Task directions: Return every line of the data that contains the string "reactant".

Saved data entries:
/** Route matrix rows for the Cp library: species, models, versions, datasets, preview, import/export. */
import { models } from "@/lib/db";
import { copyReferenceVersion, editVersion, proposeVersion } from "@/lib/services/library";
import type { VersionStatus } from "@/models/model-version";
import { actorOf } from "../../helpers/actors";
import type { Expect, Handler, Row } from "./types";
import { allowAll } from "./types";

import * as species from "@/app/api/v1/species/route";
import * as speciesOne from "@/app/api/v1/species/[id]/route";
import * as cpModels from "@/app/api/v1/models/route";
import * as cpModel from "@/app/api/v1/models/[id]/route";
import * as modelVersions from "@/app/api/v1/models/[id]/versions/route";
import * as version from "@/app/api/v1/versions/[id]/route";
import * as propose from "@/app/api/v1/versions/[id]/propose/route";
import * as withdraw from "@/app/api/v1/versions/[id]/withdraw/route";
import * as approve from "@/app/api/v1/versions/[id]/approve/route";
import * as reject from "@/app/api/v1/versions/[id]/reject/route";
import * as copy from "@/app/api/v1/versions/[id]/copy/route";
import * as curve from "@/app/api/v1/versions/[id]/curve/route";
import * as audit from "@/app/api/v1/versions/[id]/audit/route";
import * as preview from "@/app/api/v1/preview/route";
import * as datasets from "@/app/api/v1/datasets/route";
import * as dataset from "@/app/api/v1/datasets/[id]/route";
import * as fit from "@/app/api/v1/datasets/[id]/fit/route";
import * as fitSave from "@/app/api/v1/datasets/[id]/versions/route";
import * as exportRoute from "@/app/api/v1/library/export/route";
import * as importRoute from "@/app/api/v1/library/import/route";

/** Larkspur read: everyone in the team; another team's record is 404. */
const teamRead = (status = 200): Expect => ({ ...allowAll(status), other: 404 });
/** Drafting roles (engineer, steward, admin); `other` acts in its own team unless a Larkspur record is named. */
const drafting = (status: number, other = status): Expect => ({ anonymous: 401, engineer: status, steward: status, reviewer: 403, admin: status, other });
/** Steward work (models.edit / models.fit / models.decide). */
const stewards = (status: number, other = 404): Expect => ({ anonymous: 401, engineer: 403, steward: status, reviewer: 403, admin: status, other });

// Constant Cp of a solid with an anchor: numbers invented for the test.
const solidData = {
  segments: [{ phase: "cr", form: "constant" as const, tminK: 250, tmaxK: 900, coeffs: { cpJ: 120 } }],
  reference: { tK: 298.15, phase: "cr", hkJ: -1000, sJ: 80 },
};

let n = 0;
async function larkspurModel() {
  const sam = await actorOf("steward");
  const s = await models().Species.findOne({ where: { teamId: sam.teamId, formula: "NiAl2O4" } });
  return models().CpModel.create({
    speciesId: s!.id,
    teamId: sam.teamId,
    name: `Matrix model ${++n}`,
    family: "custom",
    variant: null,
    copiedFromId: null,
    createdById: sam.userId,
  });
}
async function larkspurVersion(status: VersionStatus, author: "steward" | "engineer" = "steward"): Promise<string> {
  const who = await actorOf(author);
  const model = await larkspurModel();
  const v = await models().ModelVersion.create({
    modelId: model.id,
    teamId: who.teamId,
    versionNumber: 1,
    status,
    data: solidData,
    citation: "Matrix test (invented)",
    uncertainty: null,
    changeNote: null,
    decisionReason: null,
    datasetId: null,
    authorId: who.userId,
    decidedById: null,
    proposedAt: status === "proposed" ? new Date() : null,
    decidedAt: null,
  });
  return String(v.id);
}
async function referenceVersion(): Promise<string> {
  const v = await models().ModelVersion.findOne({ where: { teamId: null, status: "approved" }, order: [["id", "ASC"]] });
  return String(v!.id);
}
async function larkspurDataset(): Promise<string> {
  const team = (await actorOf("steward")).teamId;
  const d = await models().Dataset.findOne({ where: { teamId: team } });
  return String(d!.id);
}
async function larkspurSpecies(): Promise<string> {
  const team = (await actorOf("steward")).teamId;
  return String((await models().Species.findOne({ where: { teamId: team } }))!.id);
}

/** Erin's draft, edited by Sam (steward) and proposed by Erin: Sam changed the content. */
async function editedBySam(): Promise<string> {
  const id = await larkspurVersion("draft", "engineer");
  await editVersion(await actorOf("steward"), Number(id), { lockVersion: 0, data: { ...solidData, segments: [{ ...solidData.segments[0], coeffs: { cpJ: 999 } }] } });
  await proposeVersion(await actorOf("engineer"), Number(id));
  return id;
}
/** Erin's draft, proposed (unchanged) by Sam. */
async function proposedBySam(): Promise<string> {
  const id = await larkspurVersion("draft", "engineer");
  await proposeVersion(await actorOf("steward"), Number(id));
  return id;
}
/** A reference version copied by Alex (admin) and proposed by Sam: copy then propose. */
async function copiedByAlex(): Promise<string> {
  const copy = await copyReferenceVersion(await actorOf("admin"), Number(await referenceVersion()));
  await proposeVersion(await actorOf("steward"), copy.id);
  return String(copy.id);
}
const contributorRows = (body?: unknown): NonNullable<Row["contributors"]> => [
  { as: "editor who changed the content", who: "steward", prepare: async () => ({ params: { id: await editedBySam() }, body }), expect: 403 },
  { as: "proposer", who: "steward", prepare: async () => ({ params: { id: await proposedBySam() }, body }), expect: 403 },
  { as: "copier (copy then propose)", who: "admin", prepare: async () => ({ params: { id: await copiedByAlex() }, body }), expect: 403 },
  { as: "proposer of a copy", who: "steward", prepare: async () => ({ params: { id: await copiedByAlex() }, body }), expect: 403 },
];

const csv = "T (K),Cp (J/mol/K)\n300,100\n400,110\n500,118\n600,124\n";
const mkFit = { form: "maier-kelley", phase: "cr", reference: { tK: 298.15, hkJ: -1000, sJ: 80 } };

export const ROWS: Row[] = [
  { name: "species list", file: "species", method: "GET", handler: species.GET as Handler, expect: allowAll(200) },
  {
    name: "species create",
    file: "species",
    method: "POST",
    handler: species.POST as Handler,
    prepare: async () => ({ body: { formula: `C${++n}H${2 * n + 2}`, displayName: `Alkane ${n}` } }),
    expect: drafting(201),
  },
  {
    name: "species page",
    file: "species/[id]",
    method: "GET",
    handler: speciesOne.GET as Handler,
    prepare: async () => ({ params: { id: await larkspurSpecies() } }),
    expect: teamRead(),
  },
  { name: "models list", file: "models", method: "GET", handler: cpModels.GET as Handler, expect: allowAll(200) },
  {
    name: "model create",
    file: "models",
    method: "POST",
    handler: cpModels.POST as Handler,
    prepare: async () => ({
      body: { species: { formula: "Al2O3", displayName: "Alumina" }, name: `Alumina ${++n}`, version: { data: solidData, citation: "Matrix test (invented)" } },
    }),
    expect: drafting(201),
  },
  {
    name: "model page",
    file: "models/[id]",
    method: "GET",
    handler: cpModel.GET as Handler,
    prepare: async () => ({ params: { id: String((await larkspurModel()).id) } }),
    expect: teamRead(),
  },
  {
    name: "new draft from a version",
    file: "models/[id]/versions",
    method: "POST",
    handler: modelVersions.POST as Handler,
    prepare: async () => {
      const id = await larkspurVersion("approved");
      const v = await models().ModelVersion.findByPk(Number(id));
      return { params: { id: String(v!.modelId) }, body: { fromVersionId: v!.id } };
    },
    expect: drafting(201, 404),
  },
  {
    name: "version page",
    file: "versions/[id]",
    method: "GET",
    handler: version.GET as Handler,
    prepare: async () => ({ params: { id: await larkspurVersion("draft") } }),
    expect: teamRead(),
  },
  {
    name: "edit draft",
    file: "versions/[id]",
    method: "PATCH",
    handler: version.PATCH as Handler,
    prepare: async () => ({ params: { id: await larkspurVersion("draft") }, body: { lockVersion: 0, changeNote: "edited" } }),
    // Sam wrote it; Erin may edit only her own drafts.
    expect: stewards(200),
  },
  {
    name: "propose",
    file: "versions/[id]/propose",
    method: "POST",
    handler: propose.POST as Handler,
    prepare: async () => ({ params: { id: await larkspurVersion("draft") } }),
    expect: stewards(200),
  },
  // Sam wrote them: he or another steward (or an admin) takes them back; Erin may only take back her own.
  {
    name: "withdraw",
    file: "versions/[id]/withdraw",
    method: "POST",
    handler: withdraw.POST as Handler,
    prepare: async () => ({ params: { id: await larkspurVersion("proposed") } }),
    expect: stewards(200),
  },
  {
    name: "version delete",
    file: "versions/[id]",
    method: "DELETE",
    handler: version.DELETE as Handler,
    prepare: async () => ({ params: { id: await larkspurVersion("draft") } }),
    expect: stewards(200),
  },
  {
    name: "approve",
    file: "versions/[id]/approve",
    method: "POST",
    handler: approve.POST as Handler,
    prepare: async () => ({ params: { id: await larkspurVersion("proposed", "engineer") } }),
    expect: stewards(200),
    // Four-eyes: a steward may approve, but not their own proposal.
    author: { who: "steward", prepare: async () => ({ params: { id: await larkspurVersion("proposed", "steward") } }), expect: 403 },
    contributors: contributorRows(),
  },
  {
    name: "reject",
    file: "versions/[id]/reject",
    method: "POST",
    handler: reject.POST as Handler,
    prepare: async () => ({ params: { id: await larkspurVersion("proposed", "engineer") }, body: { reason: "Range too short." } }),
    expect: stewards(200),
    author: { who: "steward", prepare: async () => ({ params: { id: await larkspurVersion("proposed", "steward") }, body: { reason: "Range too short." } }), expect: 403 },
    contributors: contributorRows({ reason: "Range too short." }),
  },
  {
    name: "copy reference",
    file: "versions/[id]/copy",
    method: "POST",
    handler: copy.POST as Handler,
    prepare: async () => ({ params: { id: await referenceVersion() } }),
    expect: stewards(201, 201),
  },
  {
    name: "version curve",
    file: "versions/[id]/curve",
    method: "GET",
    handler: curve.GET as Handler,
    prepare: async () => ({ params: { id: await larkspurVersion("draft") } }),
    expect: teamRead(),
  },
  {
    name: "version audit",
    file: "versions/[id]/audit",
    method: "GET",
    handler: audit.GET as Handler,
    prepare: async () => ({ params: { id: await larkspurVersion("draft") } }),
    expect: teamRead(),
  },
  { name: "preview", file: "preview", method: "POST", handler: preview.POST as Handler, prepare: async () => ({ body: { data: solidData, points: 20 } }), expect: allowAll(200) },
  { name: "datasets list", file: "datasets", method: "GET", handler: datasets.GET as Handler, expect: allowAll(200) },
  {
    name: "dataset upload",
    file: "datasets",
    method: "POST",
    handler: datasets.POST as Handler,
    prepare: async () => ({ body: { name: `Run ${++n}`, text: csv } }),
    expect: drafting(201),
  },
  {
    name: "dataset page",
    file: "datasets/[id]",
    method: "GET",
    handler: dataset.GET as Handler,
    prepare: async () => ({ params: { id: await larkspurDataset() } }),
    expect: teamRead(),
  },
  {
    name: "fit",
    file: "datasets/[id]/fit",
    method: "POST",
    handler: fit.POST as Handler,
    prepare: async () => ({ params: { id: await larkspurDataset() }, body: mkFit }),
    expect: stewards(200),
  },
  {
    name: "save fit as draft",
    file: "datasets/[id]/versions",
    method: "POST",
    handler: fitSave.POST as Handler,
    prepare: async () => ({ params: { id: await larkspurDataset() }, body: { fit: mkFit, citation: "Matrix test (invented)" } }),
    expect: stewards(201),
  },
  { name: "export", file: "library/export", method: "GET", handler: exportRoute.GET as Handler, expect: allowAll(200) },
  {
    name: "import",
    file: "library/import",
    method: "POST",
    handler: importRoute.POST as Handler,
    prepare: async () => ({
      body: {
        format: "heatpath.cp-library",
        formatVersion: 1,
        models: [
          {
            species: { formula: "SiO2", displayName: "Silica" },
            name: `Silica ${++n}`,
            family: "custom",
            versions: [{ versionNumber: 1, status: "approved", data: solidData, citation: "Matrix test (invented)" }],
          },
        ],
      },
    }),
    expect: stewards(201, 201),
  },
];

...

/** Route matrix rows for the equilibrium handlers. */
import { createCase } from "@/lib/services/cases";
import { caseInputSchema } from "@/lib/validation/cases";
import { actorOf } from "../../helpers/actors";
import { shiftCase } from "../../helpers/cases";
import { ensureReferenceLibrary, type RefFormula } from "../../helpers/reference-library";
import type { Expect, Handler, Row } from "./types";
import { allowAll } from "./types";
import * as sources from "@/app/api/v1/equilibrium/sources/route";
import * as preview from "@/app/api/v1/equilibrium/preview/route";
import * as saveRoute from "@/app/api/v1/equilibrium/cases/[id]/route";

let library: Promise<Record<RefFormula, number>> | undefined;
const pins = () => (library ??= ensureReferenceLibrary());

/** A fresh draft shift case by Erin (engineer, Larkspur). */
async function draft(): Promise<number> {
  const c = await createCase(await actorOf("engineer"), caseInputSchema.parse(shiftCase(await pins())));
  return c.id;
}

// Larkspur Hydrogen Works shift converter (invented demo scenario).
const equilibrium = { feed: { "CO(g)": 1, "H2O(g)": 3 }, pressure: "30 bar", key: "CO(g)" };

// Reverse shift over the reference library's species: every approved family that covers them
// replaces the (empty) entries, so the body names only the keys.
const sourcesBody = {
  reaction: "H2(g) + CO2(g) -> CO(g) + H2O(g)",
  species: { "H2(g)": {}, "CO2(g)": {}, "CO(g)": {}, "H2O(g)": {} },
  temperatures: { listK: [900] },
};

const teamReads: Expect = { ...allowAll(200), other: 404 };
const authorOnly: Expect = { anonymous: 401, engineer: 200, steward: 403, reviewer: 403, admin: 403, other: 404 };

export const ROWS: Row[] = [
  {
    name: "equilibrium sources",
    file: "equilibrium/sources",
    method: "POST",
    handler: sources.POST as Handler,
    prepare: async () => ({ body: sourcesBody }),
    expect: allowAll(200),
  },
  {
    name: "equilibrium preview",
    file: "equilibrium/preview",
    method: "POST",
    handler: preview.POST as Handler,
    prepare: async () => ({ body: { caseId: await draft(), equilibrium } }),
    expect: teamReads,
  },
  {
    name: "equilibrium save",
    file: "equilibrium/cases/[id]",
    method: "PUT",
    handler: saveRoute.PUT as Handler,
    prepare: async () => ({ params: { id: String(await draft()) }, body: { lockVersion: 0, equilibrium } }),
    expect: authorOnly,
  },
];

...

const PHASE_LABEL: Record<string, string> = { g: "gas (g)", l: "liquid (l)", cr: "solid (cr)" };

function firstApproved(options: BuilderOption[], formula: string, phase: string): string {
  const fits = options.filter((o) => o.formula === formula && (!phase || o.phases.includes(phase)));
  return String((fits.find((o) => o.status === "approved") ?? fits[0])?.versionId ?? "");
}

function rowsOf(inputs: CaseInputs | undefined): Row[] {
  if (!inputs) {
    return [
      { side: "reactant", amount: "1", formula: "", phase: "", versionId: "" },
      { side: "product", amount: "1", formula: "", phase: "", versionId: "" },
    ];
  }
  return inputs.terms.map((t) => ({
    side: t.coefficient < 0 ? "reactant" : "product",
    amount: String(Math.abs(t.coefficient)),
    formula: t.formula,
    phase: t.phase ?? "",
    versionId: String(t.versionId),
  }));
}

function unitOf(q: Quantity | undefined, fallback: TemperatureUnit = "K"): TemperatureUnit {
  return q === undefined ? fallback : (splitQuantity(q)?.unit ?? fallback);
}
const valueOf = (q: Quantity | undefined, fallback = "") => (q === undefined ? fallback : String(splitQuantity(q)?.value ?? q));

Solution for this task:
      { side: "reactant", amount: "1", formula: "", phase: "", versionId: "" },
    side: t.coefficient < 0 ? "reactant" : "product",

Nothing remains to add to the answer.